PROMPT -
Where does "thinPath" occur in the listing? Copy every line that holds it.

EXTRACTED INFORMATION -
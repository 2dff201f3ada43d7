import { expect } from 'chai';
import type { Point } from '../../../../shared/annotations/geometry';
import { appendIfApart, distanceToSegment, freehandOutline, simplifyPath, thinPath } from '../../../../src/app/viewer/freehand';

/** Farthest any of `points` lies from the closed ring. */
function worstDeviation(points: readonly Point[], ring: readonly Point[]): number {
  return Math.max(...points.map((p) => Math.min(...ring.map((a, i) => distanceToSegment(p, a, ring[(i + 1) % ring.length]!)))));
}

/** A dragged outline of a 100 px square, sampled every 0.5 px, ending where it began. */
function draggedSquare(): Point[] {
  const pts: Point[] = [];
  for (let t = 0; t < 100; t += 0.5) pts.push([t, 0]);
  for (let t = 0; t < 100; t += 0.5) pts.push([100, t]);
  for (let t = 0; t < 100; t += 0.5) pts.push([100 - t, 100]);
  for (let t = 0; t <= 100; t += 0.5) pts.push([0, 100 - t]);
  return pts;
}

describe('client: freehand, thinning the pointer samples', () => {
  it('keeps the first sample and then only those at least the spacing away from the last kept one', () => {
    const path: Point[] = [];

    expect(appendIfApart(path, [0, 0], 2)).to.equal(true);
    expect(appendIfApart(path, [1, 1], 2)).to.equal(false);
    expect(appendIfApart(path, [2, 0], 2)).to.equal(true);
    expect(path).to.deep.equal([[0, 0], [2, 0]]);
  });

  it('thins a path sampled every 0.5 px to one point every 2 px', () => {
    const samples: Point[] = Array.from({ length: 21 }, (_, i) => [i * 0.5, 0]);

    expect(thinPath(samples, 2)).to.deep.equal([[0, 0], [2, 0], [4, 0], [6, 0], [8, 0], [10, 0]]);
  });
});

describe('client: freehand, distance to a segment', () => {
  it('measures square to the segment when the foot falls on it', () => {
    // 3-4-5 triangle: (3, 4) lies 4 from the x axis [C].
    expect(distanceToSegment([3, 4], [0, 0], [10, 0])).to.equal(4);
  });

  it('measures to the nearer end beyond the segment', () => {
    // (13, 4) to (10, 0): √(9 + 16) = 5 [C].
    expect(distanceToSegment([13, 4], [0, 0], [10, 0])).to.equal(5);
    expect(distanceToSegment([-3, -4], [0, 0], [10, 0])).to.equal(5);
  });

  it('measures to the point when the segment has no length', () => {
    expect(distanceToSegment([3, 4], [0, 0], [0, 0])).to.equal(5);
  });
});

describe('client: freehand, Ramer–Douglas–Peucker simplification', () => {
  // Douglas & Peucker, The Canadian Cartographer 10 (1973) 112 (from memory): keep a point when it lies farther than the tolerance from the chord.
  it('drops points that lie on a straight line, keeping the ends', () => {
    expect(simplifyPath([[0, 0], [1, 0.2], [2, -0.2], [3, 0], [4, 0]], 1)).to.deep.equal([[0, 0], [4, 0]]);
  });

  it('keeps a corner that stands out more than the tolerance', () => {
    expect(simplifyPath([[0, 0], [5, 0.5], [10, 0], [10, 10]], 1)).to.deep.equal([[0, 0], [10, 0], [10, 10]]);
  });

  it('keeps a bump just over the tolerance and drops one just under it', () => {
    expect(simplifyPath([[0, 0], [5, 1.01], [10, 0]], 1)).to.have.length(3);
    expect(simplifyPath([[0, 0], [5, 0.99], [10, 0]], 1)).to.have.length(2);
  });

  it('leaves every original point within the tolerance of the result', () => {
    const wave: Point[] = Array.from({ length: 400 }, (_, i) => [i, 20 * Math.sin(i / 30)]);
    const simple = simplifyPath(wave, 0.5);

    const worst = Math.max(...wave.map((p) => Math.min(...simple.slice(1).map((b, i) => distanceToSegment(p, simple[i]!, b)))));
    expect(simple.length).to.be.below(wave.length / 5);
    expect(worst).to.be.at.most(0.5);
  });

  it('copies paths too short to simplify', () => {
    const two: Point[] = [[0, 0], [1, 1]];

    const copy = simplifyPath(two, 1);

    expect(copy).to.deep.equal(two);
    expect(copy).not.to.equal(two);
  });

  it('simplifies a long drag of 50 000 samples to a few hundred points', () => {
    const long: Point[] = Array.from({ length: 50_000 }, (_, i) => [i, 50 * Math.sin(i / 1000)]);

    const simple = simplifyPath(long, 1);

    expect(simple.length).to.be.within(10, 1000);
    expect(simple[0]).to.equal(long[0]);
    expect(simple.at(-1)).to.equal(long.at(-1));
  });
});

describe('client: freehand, closed outlines', () => {
  it('reduces a dragged square to its four corners, without repeating the start', () => {
    expect(freehandOutline(draggedSquare(), 2, 1)).to.deep.equal([[0, 0], [100, 0], [100, 100], [0, 100]]);
  });

  it('follows a dragged circle within the tolerance, enclosing nearly its area', () => {
    // Circle r = 100 px sampled every 0.5°; with a 1 px tolerance the ring keeps πr² within 1 % [C].
    const circle: Point[] = Array.from({ length: 721 }, (_, i) => [500 + 100 * Math.cos((i * Math.PI) / 360), 500 + 100 * Math.sin((i * Math.PI) / 360)]);
    const ring = freehandOutline(circle, 2, 1);

    expect(worstDeviation(circle, ring)).to.be.at.most(2);
    const twiceArea = ring.reduce((s, [x1, y1], i) => s + x1 * ring[(i + 1) % ring.length]![1] - ring[(i + 1) % ring.length]![0] * y1, 0);
    expect(Math.abs(twiceArea / 2)).to.be.closeTo(Math.PI * 100 ** 2, 0.01 * Math.PI * 100 ** 2);
  });

  it('gives back fewer than three points for a drag too small to outline anything', () => {
    expect(freehandOutline([[0, 0], [1, 0], [0, 1]], 2, 1)).to.deep.equal([[0, 0]]);
  });
});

RESULT OF THIS EXERCISE -
import { appendIfApart, distanceToSegment, freehandOutline, simplifyPath, thinPath } from '../../../../src/app/viewer/freehand';
    expect(thinPath(samples, 2)).to.deep.equal([[0, 0], [2, 0], [4, 0], [6, 0], [8, 0], [10, 0]]);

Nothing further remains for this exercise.